▸ Your task
Go through the listing and return every line with "Contains" in it.

▸ Information shown
● ● ● ● ●

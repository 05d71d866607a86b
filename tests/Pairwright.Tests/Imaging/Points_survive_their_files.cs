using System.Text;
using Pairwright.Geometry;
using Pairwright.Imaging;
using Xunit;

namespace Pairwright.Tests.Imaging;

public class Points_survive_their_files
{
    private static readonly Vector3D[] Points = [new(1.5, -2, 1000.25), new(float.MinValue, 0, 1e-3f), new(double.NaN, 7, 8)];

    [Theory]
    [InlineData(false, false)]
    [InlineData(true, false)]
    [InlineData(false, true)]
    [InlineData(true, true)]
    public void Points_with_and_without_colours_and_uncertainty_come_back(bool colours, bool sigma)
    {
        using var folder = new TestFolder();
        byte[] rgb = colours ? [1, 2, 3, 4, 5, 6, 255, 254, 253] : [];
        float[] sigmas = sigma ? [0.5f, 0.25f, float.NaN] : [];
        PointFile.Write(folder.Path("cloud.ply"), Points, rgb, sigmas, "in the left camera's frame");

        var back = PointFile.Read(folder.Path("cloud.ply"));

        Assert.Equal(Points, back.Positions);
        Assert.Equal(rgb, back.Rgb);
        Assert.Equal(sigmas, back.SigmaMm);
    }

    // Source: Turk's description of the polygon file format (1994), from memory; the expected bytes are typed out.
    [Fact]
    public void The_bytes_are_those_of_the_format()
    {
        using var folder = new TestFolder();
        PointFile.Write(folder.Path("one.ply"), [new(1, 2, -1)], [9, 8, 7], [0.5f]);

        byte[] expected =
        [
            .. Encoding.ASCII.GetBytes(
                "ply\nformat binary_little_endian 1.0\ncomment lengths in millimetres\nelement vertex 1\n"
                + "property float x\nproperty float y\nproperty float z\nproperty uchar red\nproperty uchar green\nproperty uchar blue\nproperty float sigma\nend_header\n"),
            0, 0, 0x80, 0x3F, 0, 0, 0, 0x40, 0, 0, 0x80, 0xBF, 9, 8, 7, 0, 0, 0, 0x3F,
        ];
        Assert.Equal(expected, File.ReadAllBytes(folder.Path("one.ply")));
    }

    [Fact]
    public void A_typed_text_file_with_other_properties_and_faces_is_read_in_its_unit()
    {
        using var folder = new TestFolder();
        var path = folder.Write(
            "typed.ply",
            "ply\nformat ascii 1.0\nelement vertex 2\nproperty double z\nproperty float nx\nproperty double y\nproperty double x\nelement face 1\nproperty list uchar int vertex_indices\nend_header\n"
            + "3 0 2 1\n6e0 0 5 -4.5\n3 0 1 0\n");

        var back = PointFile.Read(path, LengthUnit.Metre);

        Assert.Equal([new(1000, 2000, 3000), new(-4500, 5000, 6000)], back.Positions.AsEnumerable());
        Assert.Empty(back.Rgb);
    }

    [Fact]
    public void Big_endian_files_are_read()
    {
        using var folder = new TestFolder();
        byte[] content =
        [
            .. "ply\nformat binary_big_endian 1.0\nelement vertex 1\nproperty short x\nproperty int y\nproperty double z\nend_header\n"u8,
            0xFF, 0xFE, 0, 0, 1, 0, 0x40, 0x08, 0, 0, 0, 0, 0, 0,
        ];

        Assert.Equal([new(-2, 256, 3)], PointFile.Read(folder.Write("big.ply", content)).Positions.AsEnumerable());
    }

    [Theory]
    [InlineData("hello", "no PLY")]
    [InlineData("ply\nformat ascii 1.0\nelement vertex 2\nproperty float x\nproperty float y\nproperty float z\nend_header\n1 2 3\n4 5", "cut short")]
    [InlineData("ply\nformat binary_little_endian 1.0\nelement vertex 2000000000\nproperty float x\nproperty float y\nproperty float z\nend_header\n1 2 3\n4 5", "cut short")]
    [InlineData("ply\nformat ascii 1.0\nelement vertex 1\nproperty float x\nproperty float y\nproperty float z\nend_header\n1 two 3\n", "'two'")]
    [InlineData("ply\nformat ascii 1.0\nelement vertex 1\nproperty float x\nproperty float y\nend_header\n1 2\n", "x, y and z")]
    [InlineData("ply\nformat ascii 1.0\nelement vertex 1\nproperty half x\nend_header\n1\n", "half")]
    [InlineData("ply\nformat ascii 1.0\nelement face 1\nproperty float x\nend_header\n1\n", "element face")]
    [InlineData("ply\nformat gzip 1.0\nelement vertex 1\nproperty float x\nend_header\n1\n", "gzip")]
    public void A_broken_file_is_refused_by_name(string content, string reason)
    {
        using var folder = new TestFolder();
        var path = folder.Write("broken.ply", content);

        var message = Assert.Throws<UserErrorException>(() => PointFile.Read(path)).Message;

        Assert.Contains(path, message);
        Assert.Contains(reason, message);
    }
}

● ● ● ● ●

▸ Answer space
        Assert.Contains(path, message);
        Assert.Contains(reason, message);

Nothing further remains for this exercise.